[Your task]
When the line containing "() => resolve());" appears in the entries below, begin printing there and stop after the line containing "if (bodyBytes >"; print each of those lines exactly and no other line.
=====
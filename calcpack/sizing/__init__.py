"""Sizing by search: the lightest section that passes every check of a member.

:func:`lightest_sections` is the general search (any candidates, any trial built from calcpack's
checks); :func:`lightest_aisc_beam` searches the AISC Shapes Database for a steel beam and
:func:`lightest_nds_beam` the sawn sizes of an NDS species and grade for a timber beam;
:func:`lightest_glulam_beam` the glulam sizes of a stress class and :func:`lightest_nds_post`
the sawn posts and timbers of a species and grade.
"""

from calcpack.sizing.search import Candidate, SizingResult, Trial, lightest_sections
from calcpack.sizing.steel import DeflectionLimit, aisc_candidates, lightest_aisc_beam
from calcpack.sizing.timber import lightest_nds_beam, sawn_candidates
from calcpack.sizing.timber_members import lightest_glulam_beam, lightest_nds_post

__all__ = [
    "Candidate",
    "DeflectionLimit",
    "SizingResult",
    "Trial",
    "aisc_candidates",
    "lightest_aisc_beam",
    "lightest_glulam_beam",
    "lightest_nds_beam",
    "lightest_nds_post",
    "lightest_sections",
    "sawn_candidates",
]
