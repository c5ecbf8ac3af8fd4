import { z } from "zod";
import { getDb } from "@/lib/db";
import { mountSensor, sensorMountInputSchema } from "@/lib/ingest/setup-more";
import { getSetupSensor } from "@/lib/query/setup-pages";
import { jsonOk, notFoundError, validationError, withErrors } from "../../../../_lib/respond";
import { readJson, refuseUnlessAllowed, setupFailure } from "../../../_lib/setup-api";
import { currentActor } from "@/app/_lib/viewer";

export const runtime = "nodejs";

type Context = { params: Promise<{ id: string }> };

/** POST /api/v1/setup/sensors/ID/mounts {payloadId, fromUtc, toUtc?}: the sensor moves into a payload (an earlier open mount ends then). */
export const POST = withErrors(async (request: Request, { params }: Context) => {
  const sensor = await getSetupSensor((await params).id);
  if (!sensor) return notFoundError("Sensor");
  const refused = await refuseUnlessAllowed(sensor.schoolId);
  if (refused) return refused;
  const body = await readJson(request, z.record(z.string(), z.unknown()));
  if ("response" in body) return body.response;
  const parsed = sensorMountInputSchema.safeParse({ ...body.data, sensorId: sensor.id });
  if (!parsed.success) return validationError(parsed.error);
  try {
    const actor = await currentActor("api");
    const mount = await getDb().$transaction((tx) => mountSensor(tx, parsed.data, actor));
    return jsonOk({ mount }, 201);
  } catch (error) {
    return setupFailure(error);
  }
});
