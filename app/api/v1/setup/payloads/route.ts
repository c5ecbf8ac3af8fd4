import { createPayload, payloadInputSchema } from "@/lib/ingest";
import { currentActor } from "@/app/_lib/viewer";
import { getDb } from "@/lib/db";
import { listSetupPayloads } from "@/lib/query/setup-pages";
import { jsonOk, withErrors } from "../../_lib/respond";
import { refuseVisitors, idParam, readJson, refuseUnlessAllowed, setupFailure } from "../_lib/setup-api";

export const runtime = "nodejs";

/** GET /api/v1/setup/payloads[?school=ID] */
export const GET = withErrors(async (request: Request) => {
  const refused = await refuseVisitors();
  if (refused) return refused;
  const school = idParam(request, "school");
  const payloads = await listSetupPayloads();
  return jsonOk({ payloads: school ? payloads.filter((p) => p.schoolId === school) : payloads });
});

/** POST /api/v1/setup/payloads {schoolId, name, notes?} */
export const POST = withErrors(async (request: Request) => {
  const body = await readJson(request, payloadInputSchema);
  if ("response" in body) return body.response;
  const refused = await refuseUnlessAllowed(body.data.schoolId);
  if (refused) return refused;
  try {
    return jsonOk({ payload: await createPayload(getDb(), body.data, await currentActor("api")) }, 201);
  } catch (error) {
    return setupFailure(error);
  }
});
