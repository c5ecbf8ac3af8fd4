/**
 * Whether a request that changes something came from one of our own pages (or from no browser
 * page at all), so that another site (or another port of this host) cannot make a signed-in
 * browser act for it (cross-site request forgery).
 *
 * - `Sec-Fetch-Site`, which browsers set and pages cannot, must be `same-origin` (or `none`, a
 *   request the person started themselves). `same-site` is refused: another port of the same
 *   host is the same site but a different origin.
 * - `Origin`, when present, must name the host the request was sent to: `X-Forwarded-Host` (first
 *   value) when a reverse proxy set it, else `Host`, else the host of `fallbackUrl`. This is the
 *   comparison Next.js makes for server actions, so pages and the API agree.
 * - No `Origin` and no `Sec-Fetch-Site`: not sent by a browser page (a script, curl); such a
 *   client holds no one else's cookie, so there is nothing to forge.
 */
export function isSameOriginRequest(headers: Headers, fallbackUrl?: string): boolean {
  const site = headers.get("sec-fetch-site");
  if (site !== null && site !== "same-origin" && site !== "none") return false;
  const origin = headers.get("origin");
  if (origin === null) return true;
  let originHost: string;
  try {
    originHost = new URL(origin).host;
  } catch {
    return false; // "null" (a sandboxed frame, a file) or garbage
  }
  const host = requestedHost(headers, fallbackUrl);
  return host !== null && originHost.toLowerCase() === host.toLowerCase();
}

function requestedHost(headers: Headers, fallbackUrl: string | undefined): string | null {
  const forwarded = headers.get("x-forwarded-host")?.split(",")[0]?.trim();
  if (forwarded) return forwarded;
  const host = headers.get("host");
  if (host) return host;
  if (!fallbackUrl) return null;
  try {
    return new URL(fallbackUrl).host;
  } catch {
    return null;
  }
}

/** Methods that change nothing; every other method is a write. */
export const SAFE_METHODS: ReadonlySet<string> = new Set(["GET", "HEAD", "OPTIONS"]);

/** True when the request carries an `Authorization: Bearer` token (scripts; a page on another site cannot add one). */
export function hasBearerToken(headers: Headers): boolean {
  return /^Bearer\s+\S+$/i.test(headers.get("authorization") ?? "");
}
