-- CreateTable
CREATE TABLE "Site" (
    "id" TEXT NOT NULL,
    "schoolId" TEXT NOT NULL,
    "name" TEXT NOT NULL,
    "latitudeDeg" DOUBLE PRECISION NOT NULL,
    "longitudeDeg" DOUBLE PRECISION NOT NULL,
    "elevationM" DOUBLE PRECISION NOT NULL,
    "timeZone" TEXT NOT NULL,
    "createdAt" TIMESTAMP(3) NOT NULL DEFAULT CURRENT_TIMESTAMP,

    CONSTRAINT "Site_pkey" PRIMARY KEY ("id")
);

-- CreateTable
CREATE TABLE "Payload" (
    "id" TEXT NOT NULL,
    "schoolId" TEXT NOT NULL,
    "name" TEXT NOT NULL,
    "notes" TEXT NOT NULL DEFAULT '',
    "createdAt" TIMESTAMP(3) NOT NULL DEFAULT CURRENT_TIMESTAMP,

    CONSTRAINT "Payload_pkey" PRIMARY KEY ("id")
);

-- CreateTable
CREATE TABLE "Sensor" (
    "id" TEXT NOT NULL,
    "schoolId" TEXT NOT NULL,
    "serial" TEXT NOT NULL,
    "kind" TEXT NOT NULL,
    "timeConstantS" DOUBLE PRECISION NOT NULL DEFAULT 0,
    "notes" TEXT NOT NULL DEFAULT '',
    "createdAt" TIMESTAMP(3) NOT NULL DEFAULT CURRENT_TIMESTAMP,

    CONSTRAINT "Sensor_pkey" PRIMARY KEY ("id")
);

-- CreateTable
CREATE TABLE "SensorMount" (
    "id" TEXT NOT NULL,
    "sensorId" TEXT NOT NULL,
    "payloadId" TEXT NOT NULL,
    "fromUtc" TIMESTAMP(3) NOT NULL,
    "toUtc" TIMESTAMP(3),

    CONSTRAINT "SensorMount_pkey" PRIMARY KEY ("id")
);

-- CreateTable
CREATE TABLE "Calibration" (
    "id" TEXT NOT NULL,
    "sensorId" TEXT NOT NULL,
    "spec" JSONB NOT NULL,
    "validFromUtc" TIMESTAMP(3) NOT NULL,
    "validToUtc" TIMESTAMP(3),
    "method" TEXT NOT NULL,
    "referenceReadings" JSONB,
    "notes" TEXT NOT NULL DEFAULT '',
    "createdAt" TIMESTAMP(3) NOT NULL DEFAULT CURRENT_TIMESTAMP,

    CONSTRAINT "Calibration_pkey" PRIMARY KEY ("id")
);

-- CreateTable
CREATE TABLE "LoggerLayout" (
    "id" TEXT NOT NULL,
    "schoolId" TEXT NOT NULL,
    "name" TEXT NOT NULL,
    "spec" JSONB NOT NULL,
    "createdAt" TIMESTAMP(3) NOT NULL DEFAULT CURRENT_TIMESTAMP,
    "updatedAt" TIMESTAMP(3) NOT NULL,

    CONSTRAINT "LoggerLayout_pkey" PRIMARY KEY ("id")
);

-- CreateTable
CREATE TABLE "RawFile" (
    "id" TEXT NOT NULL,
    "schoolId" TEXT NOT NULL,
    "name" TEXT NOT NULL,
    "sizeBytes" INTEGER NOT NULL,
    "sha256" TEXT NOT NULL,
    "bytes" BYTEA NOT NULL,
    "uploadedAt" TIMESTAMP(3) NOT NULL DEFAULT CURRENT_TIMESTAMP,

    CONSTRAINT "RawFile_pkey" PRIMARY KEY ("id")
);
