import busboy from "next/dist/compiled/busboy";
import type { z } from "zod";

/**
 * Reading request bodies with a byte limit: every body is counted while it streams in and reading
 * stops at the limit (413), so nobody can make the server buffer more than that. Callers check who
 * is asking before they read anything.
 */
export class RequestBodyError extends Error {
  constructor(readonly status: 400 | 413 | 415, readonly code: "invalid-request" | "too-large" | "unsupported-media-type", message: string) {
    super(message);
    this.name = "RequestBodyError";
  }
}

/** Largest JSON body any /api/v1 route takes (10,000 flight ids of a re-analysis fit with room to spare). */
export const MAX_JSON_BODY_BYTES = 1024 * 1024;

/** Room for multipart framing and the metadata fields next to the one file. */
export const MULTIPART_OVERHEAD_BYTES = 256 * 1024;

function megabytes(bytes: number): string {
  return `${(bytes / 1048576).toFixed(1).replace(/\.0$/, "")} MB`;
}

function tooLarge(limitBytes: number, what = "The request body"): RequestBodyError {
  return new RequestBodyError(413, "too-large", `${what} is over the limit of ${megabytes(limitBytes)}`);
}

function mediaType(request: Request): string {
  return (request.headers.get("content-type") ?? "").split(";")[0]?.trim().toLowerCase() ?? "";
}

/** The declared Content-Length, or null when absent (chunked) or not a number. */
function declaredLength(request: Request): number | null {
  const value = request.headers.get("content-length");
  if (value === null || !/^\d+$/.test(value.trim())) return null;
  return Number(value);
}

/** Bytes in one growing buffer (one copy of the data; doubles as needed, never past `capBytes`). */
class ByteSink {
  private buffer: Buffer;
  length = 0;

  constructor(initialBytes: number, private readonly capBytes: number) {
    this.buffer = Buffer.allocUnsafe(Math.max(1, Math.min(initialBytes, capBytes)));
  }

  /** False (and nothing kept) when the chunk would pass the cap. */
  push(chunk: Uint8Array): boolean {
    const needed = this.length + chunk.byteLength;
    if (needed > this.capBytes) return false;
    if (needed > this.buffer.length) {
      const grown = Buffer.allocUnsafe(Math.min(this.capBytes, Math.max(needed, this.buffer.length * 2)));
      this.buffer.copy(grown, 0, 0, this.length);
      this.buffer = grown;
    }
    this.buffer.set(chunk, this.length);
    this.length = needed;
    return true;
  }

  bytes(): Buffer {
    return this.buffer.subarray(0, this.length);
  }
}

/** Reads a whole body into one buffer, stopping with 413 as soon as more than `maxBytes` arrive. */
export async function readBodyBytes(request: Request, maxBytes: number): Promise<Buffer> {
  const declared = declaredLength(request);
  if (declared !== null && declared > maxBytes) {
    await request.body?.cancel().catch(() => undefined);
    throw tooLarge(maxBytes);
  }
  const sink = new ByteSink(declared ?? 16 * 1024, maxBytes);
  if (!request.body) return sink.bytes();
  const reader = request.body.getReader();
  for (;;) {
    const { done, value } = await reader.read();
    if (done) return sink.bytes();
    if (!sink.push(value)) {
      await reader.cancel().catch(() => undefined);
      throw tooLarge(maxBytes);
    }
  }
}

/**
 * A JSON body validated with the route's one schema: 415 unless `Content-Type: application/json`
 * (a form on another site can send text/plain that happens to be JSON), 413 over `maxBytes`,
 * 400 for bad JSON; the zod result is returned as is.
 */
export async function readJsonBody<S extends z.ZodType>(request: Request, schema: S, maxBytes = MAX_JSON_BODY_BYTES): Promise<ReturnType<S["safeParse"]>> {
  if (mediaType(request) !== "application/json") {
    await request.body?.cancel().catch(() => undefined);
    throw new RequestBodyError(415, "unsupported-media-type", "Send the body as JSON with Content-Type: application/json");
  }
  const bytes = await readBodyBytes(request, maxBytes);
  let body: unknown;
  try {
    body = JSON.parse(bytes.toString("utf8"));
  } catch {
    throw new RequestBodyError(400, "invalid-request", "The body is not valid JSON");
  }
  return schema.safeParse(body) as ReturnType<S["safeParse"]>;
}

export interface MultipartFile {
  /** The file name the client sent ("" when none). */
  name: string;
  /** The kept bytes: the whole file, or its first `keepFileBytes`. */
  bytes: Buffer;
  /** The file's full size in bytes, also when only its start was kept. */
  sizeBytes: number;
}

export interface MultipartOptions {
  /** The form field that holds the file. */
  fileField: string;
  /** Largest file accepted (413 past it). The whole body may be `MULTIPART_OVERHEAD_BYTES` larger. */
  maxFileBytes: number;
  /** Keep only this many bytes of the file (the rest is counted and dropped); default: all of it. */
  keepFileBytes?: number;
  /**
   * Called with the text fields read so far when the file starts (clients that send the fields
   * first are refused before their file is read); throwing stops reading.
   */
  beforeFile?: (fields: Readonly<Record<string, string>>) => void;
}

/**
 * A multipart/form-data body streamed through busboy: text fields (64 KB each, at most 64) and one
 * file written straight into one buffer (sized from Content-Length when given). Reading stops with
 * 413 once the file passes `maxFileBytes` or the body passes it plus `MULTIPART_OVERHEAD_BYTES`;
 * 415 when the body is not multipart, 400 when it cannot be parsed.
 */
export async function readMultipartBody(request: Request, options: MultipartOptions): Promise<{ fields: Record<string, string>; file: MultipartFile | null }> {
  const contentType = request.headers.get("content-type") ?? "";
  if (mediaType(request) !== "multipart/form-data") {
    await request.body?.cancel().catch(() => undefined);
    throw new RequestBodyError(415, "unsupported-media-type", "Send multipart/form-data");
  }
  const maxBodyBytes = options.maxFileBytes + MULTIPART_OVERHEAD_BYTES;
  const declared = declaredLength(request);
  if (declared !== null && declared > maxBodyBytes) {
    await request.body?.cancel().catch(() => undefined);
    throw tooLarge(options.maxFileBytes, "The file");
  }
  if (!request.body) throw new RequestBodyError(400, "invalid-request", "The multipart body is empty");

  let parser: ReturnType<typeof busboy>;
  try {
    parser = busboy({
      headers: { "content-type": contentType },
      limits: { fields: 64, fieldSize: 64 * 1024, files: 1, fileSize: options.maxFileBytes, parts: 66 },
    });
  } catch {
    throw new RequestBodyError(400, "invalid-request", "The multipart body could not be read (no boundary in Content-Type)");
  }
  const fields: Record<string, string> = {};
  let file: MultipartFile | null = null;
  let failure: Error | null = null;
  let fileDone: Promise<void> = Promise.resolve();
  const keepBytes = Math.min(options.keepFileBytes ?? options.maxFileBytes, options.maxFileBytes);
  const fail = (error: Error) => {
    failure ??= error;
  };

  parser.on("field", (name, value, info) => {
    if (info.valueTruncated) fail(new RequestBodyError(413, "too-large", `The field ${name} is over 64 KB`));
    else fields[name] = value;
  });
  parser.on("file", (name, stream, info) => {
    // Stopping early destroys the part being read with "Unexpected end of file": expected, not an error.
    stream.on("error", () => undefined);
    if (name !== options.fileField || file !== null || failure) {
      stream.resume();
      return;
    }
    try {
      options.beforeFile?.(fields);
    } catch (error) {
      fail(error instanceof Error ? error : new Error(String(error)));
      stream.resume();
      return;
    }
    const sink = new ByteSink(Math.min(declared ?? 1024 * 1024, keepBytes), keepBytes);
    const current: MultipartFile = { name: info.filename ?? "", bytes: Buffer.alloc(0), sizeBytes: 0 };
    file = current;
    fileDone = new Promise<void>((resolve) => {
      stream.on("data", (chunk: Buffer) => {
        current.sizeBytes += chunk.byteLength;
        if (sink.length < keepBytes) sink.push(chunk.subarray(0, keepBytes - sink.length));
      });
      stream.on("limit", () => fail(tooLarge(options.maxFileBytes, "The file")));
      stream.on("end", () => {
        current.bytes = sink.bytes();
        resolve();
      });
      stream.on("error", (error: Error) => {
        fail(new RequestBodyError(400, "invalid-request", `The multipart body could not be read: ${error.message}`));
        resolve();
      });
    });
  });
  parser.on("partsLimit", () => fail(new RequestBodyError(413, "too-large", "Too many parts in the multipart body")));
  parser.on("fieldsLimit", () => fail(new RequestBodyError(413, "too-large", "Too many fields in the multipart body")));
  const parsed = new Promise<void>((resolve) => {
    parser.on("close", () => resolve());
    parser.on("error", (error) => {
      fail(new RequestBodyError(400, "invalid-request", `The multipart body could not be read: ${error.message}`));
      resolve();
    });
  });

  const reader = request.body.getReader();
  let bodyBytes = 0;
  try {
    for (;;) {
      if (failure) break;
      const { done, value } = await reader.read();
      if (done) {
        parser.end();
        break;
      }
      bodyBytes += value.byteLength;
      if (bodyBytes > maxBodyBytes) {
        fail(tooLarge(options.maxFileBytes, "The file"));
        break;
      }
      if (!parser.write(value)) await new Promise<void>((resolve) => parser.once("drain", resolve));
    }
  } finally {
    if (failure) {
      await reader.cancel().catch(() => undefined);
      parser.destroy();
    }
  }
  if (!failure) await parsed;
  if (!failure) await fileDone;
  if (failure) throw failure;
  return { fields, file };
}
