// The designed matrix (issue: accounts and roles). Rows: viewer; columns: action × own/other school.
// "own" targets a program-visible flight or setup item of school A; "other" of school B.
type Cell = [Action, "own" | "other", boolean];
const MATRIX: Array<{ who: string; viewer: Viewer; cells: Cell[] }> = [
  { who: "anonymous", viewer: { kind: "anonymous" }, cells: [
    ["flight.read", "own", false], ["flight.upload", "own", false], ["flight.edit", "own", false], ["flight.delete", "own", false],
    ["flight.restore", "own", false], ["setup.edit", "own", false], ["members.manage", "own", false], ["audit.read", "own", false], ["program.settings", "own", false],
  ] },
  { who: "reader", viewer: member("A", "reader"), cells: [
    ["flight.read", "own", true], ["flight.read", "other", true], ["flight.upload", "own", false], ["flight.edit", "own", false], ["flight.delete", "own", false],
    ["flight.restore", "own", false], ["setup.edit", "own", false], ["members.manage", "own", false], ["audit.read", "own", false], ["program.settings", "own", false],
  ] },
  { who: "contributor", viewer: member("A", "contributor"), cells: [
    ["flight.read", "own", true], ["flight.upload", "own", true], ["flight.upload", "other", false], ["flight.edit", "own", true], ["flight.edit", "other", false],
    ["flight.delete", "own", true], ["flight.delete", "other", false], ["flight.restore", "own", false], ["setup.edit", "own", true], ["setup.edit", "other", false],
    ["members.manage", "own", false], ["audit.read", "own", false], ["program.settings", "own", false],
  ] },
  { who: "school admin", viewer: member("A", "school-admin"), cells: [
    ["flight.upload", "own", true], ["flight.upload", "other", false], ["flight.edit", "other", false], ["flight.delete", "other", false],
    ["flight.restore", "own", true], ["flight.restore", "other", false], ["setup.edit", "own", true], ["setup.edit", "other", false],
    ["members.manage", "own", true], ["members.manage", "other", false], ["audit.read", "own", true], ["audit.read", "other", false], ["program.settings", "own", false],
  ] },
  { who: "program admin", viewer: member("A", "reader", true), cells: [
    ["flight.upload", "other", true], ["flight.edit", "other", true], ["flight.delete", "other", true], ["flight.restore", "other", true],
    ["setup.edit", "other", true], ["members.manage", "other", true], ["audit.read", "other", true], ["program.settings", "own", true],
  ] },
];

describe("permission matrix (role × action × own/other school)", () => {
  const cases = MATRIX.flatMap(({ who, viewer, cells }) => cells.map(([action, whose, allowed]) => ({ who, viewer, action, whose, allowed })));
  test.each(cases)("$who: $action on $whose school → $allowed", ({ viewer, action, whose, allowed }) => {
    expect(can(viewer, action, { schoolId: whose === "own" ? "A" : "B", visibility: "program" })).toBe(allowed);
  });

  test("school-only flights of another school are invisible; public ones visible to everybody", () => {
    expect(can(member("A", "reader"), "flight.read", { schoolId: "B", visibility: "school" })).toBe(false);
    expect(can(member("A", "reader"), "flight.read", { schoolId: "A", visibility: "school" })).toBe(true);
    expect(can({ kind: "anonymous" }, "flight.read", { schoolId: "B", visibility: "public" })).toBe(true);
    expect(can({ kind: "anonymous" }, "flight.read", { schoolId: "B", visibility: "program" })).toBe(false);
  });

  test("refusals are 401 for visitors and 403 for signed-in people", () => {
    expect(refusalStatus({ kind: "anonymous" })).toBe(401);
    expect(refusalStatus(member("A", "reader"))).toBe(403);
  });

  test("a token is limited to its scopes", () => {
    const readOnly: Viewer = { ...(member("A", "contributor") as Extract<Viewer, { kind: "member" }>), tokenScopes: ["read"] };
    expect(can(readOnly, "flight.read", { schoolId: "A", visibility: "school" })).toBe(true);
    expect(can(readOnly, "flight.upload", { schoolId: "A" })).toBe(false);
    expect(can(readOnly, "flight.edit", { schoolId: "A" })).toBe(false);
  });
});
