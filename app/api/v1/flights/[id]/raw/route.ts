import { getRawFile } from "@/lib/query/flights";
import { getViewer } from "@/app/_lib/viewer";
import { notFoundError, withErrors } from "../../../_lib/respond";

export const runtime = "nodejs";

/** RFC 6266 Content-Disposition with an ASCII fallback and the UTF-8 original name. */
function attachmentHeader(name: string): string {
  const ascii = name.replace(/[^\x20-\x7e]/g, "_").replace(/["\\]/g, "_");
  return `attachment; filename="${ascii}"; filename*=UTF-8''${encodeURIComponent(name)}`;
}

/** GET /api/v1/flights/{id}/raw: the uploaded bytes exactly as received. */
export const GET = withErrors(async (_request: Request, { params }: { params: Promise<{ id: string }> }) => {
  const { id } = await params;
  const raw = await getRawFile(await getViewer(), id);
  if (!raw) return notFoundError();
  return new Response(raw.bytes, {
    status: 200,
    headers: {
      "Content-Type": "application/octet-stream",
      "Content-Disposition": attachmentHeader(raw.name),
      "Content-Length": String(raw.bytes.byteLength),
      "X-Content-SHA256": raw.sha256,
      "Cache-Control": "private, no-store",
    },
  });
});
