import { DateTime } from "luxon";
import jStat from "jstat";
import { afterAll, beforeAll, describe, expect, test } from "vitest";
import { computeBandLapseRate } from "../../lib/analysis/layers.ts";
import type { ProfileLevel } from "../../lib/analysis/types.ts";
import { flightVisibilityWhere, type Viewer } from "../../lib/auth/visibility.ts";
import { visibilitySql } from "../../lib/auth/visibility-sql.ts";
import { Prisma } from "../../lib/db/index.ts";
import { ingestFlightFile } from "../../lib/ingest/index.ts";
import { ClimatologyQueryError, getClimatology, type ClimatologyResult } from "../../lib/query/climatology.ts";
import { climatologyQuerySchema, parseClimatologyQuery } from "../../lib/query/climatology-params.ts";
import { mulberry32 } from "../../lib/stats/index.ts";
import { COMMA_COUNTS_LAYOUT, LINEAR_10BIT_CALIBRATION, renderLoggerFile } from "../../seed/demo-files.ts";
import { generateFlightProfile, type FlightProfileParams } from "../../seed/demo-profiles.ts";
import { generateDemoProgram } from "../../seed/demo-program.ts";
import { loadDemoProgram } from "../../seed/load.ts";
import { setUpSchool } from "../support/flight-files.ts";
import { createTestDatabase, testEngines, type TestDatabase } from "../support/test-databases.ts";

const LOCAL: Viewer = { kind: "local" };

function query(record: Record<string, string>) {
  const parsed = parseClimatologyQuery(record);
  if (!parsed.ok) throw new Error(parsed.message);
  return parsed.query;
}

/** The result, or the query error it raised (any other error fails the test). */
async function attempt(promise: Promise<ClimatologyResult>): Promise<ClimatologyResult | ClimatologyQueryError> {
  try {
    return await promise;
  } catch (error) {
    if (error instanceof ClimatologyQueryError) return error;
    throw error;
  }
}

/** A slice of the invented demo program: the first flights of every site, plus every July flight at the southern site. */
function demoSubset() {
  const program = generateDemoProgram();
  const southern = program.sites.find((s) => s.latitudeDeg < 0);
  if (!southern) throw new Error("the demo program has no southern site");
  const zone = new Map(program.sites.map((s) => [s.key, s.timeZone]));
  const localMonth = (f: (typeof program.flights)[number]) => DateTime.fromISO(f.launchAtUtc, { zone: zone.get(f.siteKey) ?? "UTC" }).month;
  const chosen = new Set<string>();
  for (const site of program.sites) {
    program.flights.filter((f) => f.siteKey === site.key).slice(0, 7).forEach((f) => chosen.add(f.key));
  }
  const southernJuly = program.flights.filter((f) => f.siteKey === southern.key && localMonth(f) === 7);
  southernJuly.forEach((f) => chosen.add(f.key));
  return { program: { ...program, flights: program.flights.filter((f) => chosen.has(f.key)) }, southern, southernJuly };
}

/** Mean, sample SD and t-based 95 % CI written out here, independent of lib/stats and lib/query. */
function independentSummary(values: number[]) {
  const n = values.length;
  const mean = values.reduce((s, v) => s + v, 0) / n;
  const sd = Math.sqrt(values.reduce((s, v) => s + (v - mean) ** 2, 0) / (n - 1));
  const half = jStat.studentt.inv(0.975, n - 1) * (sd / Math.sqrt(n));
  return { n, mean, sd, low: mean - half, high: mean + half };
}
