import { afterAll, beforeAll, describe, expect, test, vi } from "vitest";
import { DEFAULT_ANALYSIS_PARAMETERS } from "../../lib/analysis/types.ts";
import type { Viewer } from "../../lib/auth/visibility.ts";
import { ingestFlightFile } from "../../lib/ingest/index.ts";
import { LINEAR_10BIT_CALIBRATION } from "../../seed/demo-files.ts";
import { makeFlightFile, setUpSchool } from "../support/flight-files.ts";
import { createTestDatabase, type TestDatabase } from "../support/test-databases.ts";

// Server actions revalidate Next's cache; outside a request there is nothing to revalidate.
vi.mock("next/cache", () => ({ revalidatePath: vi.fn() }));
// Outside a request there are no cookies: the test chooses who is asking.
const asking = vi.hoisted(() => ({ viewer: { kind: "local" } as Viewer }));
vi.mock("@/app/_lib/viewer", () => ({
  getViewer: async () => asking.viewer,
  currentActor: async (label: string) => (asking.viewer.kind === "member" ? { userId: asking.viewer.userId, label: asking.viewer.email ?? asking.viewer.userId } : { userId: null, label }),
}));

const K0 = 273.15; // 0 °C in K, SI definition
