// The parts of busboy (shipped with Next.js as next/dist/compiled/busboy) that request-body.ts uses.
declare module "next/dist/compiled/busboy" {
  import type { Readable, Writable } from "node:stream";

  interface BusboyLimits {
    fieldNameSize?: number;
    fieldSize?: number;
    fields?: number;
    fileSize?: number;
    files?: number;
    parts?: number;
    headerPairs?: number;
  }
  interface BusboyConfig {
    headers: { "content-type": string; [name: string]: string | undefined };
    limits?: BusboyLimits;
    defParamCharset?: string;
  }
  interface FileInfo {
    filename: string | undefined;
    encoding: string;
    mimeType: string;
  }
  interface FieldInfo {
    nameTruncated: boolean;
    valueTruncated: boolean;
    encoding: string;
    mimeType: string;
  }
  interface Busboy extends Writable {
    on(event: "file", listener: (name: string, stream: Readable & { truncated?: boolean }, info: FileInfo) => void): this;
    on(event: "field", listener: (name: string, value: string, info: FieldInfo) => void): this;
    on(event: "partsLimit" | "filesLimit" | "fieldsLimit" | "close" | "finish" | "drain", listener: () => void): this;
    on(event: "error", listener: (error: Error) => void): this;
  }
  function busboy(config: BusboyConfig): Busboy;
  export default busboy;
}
=====
[Result of this exercise]
    parser.on("close", () => resolve());
    parser.on("error", (error) => {
      fail(new RequestBodyError(400, "invalid-request", `The multipart body could not be read: ${error.message}`));
      resolve();
    });
  });

  const reader = request.body.getReader();
  let bodyBytes = 0;
  try {
    for (;;) {
      if (failure) break;
      const { done, value } = await reader.read();
      if (done) {
        parser.end();
        break;
      }
      bodyBytes += value.byteLength;
      if (bodyBytes > maxBodyBytes) {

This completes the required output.